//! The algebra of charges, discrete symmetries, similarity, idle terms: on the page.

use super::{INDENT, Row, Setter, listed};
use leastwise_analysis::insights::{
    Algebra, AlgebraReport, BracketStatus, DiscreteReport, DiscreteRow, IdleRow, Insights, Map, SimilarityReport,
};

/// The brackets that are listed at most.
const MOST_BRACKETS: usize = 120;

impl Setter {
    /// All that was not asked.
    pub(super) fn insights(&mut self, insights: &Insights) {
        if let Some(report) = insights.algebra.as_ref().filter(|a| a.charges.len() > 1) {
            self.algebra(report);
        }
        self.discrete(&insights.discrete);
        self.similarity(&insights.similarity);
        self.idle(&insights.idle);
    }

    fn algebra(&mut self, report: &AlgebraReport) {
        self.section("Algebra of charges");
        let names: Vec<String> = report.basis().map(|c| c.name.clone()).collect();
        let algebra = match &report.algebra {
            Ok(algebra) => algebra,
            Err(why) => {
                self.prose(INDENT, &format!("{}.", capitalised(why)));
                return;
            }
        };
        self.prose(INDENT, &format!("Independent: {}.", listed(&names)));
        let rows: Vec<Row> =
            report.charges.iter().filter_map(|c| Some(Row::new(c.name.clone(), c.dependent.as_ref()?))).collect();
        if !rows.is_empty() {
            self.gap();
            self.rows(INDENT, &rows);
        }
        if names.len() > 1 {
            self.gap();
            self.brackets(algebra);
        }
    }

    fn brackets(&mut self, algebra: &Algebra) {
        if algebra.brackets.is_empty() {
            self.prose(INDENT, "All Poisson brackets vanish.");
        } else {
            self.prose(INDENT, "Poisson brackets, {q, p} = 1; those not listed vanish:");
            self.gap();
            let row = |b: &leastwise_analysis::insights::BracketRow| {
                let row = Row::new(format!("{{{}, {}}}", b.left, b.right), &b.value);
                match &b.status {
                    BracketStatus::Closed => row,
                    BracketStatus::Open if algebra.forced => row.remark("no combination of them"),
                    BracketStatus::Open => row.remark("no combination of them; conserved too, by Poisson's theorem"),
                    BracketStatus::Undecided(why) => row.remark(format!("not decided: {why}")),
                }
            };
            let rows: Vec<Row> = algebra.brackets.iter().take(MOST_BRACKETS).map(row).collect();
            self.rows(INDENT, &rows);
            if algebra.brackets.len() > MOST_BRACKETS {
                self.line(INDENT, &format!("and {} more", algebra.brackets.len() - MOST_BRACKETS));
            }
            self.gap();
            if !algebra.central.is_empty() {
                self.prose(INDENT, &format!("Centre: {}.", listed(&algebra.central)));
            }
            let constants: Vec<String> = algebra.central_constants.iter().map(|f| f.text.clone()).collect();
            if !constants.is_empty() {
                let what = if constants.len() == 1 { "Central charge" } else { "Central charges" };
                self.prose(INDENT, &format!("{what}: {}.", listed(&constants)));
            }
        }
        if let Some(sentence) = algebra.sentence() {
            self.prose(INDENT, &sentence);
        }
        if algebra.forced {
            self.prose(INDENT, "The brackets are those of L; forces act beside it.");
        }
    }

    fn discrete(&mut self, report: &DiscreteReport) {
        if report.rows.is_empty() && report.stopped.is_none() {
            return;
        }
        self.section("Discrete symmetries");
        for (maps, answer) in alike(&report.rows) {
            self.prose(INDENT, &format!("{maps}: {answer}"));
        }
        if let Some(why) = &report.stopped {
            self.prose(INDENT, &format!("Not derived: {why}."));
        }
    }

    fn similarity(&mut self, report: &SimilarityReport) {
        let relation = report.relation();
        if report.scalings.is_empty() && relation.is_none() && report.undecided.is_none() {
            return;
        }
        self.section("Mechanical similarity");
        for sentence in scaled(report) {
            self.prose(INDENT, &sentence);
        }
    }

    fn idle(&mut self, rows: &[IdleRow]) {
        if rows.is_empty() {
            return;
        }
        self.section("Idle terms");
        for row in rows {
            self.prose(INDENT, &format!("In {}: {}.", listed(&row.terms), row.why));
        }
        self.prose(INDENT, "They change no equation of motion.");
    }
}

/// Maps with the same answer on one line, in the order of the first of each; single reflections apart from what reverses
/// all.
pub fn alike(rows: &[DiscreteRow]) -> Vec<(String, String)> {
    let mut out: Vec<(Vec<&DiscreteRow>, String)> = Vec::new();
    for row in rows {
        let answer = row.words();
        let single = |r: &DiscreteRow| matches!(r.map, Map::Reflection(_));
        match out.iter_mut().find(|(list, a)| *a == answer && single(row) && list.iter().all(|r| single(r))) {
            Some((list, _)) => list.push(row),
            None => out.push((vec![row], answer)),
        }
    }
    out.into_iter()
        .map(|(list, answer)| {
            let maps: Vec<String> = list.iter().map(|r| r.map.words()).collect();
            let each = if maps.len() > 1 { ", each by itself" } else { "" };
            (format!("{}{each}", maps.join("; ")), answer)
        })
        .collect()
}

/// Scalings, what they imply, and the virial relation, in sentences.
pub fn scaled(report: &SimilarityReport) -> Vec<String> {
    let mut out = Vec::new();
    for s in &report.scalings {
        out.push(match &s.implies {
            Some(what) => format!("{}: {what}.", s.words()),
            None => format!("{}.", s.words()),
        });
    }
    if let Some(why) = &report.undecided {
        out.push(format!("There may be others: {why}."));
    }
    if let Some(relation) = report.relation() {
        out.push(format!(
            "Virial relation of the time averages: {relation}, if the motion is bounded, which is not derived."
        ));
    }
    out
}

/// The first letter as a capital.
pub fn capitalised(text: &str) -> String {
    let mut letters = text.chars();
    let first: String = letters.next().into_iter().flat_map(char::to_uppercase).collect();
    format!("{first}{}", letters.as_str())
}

# Task prompt:
Where a line of the records has the string "Poisson", copy that line.

# Task response:
            self.prose(INDENT, "All Poisson brackets vanish.");
            self.prose(INDENT, "Poisson brackets, {q, p} = 1; those not listed vanish:");
                    BracketStatus::Open => row.remark("no combination of them; conserved too, by Poisson's theorem"),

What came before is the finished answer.